# tf.contrib.kfac.fisher_blocks.FullyConnectedDiagonalFB

## Class FullyConnectedDiagonalFB

Inherits From: FisherBlock

FisherBlock for fully-connected (dense) layers using a diagonal approx.

Estimates the Fisher Information matrix's diagonal entries for a fully connected layer. Unlike NaiveDiagonalFB this uses the low-variance "sum of squares" estimator.
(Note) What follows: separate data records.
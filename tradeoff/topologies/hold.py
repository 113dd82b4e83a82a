"""The shared frame of the transistor RC holds, composed from the device laws in `tradeoff.devices`.

An RC-hold timer charges a hold capacitor at the start and ends when the capacitor has discharged
far enough for the output stage (a Darlington base, a MOSFET gate) to let the relay go. The frame
holds what every such topology shares: the hold state of a batch of samples, the component bands,
the optional shunt across the capacitor (design option `shunt` [ohm], e.g. a 10 MΩ meter), the
start (`devices.start`), the capacitor's leakage (`devices.capacitor`), the relay's release
(`devices.relay`), BOM, standby, design rules, optimiser blocks and the SPICE skeleton. The
topology modules supply the driver: its load law and its release condition.
"""
from __future__ import annotations

import itertools
import math
from dataclasses import dataclass, field
from abc import abstractmethod
from typing import TYPE_CHECKING, Any, Callable, ClassVar, Mapping

import numpy as np
import pandas as pd

from tradeoff.devices.capacitor import LEAK_LEVEL, CapacitorLeakage, band_frac
from tradeoff.devices.junction import hfe_at, hfe_spread, thermal_voltage_v, vbe_at_v
from tradeoff.devices.quadrature import evaluate_in_chunks
from tradeoff.devices.relay import coil_ohm_at, derated_power_w, linear_peak_dissipation_w, release_current_a
from tradeoff.devices.start import (
    CHARGE_FRACTION_MIN, CHARGE_TIME_CONSTANTS, StartPulse, button_start_v, charge_window_s, pnp_base_currents,
    power_on_start,
)
from tradeoff.analysis import Uncertain
from tradeoff.candidates import role_candidates
from tradeoff.errors import DesignError, UnitParseError
from tradeoff.topologies.base import BomLine, Finding, Topology, Waveform

__all__ = ["shunt_ohm", "shunt_current_a", "component_band", "hold_pairs", "HoldWaveform", "Dropped", "option",
           "HoldState", "RcHoldTopology"]

if TYPE_CHECKING:  # pragma: no cover
    from tradeoff.brief import Brief
    from tradeoff.catalog import Catalog, Part
    from tradeoff.topologies.base import Design, Role
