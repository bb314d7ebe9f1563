import { defineConfig } from "vitest/config";

// Worker suites in Node: unit tests of pure modules beside the code (worker/src/**/*.test.ts) and
// the in-process route suites (worker/test/*.test.ts: the Hono app through `app.request()` with
// real local KV, D1, Queues and Durable Objects from Miniflare, worker/test/in-process.ts).
// Suites that need the runtime itself are in the `workerd` project (worker/test/workerd/).
export default defineConfig({
  test: {
    name: "worker",
    pool: "threads",
    root: new URL("..", import.meta.url).pathname,
    environment: "node",
    include: ["worker/src/**/*.test.ts", "worker/test/*.test.ts"],
    // Bundles the worker and reads wrangler.toml once per run (worker/test/global-setup.ts).
    globalSetup: ["worker/test/global-setup.ts"],
    testTimeout: 60_000,
    hookTimeout: 60_000,
  },
});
Let 'params' be a vector parameterizing a model and 'i' an arbitrary index into it. We are interested in Fisher(params)[i, i]. This is,

$$Fisher(params)[i, i] = E[ v(x, y, params) v(x, y, params)^T ][i, i] = E[ v(x, y, params)[i] ^ 2 ]$$

Consider fully connected layer in this model with (unshared) weight matrix 'w'. For an example 'x' that produces layer inputs 'a' and output preactivations 's',

$$v(x, y, w) = vec( a (d loss / d s)^T )$$

This FisherBlock tracks Fisher(params)[i, i] for all indices 'i' corresponding to the layer's parameters 'w'.

## Methods

### __init__

__init__(
layer_collection,
has_bias=False
)


Creates a FullyConnectedDiagonalFB block.

#### Args:

• layer_collection: The collection of all layers in the K-FAC approximate Fisher information matrix to which this FisherBlock belongs.
• has_bias: Whether the component Kronecker factors have an additive bias. (Default: False)

### instantiate_factors

instantiate_factors(
damping
)


### multiply

multiply(vector)


Multiplies the vector by the (damped) block.

#### Args:

• vector: The vector (a Tensor or tuple of Tensors) to be multiplied.

#### Returns:

The vector left-multiplied by the (damped) block.

### multiply_inverse

multiply_inverse(vector)


Multiplies the vector by the (damped) inverse of the block.

#### Args:

• vector: The vector (a Tensor or tuple of Tensors) to be multiplied.

#### Returns:

The vector left-multiplied by the (damped) inverse of the block.

### multiply_matpower

multiply_matpower(
vector,
exp
)


Multiplies the vector by the (damped) matrix-power of the block.

#### Args:

• vector: Tensor or 2-tuple of Tensors. if self._has_bias, Tensor of shape [input_size, output_size] corresponding to layer's weights. If not, a 2-tuple of the former and a Tensor of shape [output_size] corresponding to the layer's bias.
• exp: A scalar representing the power to raise the block before multiplying it by the vector.

#### Returns:

The vector left-multiplied by the (damped) matrix-power of the block.

### register_additional_tower

register_additional_tower(
inputs,
outputs
)


### register_inverse

register_inverse()


Registers a matrix inverse to be computed by the block.

### register_matpower

register_matpower(exp)


### tensors_to_compute_grads

tensors_to_compute_grads()


Tensors to compute derivative of loss with respect to.